YOUR OBJECTIVE: Below are records; please set down exactly the lines from the first through the one containing "const object = useObject(r.data?.objectId".

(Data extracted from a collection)
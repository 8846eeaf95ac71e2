import { useState } from "react";
import { useParams } from "react-router";
import { useQuery } from "@tanstack/react-query";
import { can } from "@shared/permissions.ts";
import { CONDITION_CONTEXT_LABELS } from "@shared/schemas/condition.ts";
import { useMe } from "@/features/session/api/session.ts";
import { useObject } from "@/features/objects/api/objects.ts";
import { useReport, useReportRevisions, useSignReport } from "@/features/condition/api/condition.ts";
import { RatingBadge, ReportView } from "@/features/condition/components/report-view.tsx";
import { Badge, ErrorNotice, SkeletonRows } from "@/components/ui/feedback.tsx";
import { objectPhotosQuery } from "@/features/photos/api/photos.ts";
import { DocumentButton } from "@/features/documents/components/document-button.tsx";
import { formatDate, formatDateTime } from "@/lib/format.ts";
import { RevisionsList } from "@/components/revisions-list.tsx";
import { RecordHead, RevisionedActions } from "@/components/revisioned.tsx";
import { shownRevision } from "@/lib/revisioned.ts";

export function Component() {
  const { id = "" } = useParams();
  const { data: user } = useMe();
  const r = useReport(id);
  const object = useObject(r.data?.objectId ?? "");
  const photos = useQuery({ ...objectPhotosQuery(r.data?.objectId ?? ""), enabled: !!r.data });
  const revisions = useReportRevisions(id, !!r.data && r.data.currentRevision > 1);
  const sign = useSignReport(id);
  const [shown, setShown] = useState<number | null>(null);

  if (r.isPending) return <SkeletonRows />;
  if (r.isError) return <ErrorNotice title="Condition report not found" error={r.error} />;
  const rep = r.data;
  const writable = !!object.data && can(user, "condition:write", { clientId: object.data.clientId });
  const revision = shownRevision(shown, revisions.data, rep.current);

  return (
    <div className="space-y-5">
      <RecordHead
        record={rep}
        title={`Condition ${CONDITION_CONTEXT_LABELS[rep.context].toLowerCase()} · ${formatDate(rep.reportDate)}`}
        facts={
          <>
            <Badge tone={rep.status === "signed" ? "accent" : "warn"}>{rep.status === "signed" ? "Signed" : "Draft"}</Badge>
            <RatingBadge rating={rep.rating} />
            <span>Examined by {rep.examinerName}</span>
            {rep.signedAt && <span>· signed {formatDateTime(rep.signedAt)}</span>}
            {rep.currentRevision > 1 && <span>· revision {rep.currentRevision}</span>}
          </>
        }
        actions={
          <div className="flex flex-wrap items-start gap-2">
            {rep.status === "signed" && (
              <DocumentButton url={`/api/condition/${rep.id}/document`} label="Report for the insurer (PDF)" fallbackName={`condition-${rep.objectNumber}.pdf`} />
            )}
            {writable && (
              <RevisionedActions
                draft={rep.status === "draft"}
                recordTo={`/condition/${rep.id}`}
                correctLabel="Correct the report"
                lock={{ label: "Sign and lock", onLock: () => sign.mutate(rep.version), pending: sign.isPending }}
              />
            )}
          </div>
        }
      />
      {sign.error && <ErrorNotice title="Not signed" error={sign.error} />}
      {revisions.data && <RevisionsList revisions={revisions.data} shown={revision.revision} onShow={setShown} />}
      <ReportView data={revision.data} photos={photos.data ?? []} cautions={rep.cautions} />
    </div>
  );
}
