import { isRouteErrorResponse, Link, useRouteError } from "react-router";

export function RouteError() {
  const error = useRouteError();
  const message = isRouteErrorResponse(error) ? `${error.status} ${error.statusText}` : error instanceof Error ? error.message : "Unknown error";
  return (
    <div className="mx-auto max-w-lg p-10">
      <h1 className="text-xl font-semibold">This page could not be shown</h1>
      <p className="mt-2 text-graphite">{message}</p>
      <p className="mt-4">
        <Link to="/" className="font-medium text-accent underline">
          Back to Reversa
        </Link>
      </p>
    </div>
  );
}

RESULT:
repository 8846eeaf95ac71e2
import { useState } from "react";
import { useParams } from "react-router";
import { useQuery } from "@tanstack/react-query";
import { can } from "@shared/permissions.ts";
import { CONDITION_CONTEXT_LABELS } from "@shared/schemas/condition.ts";
import { useMe } from "@/features/session/api/session.ts";
import { useObject } from "@/features/objects/api/objects.ts";
import { useReport, useReportRevisions, useSignReport } from "@/features/condition/api/condition.ts";
import { RatingBadge, ReportView } from "@/features/condition/components/report-view.tsx";
import { Badge, ErrorNotice, SkeletonRows } from "@/components/ui/feedback.tsx";
import { objectPhotosQuery } from "@/features/photos/api/photos.ts";
import { DocumentButton } from "@/features/documents/components/document-button.tsx";
import { formatDate, formatDateTime } from "@/lib/format.ts";
import { RevisionsList } from "@/components/revisions-list.tsx";
import { RecordHead, RevisionedActions } from "@/components/revisioned.tsx";
import { shownRevision } from "@/lib/revisioned.ts";

export function Component() {
  const { id = "" } = useParams();
  const { data: user } = useMe();
  const r = useReport(id);
  const object = useObject(r.data?.objectId ?? "");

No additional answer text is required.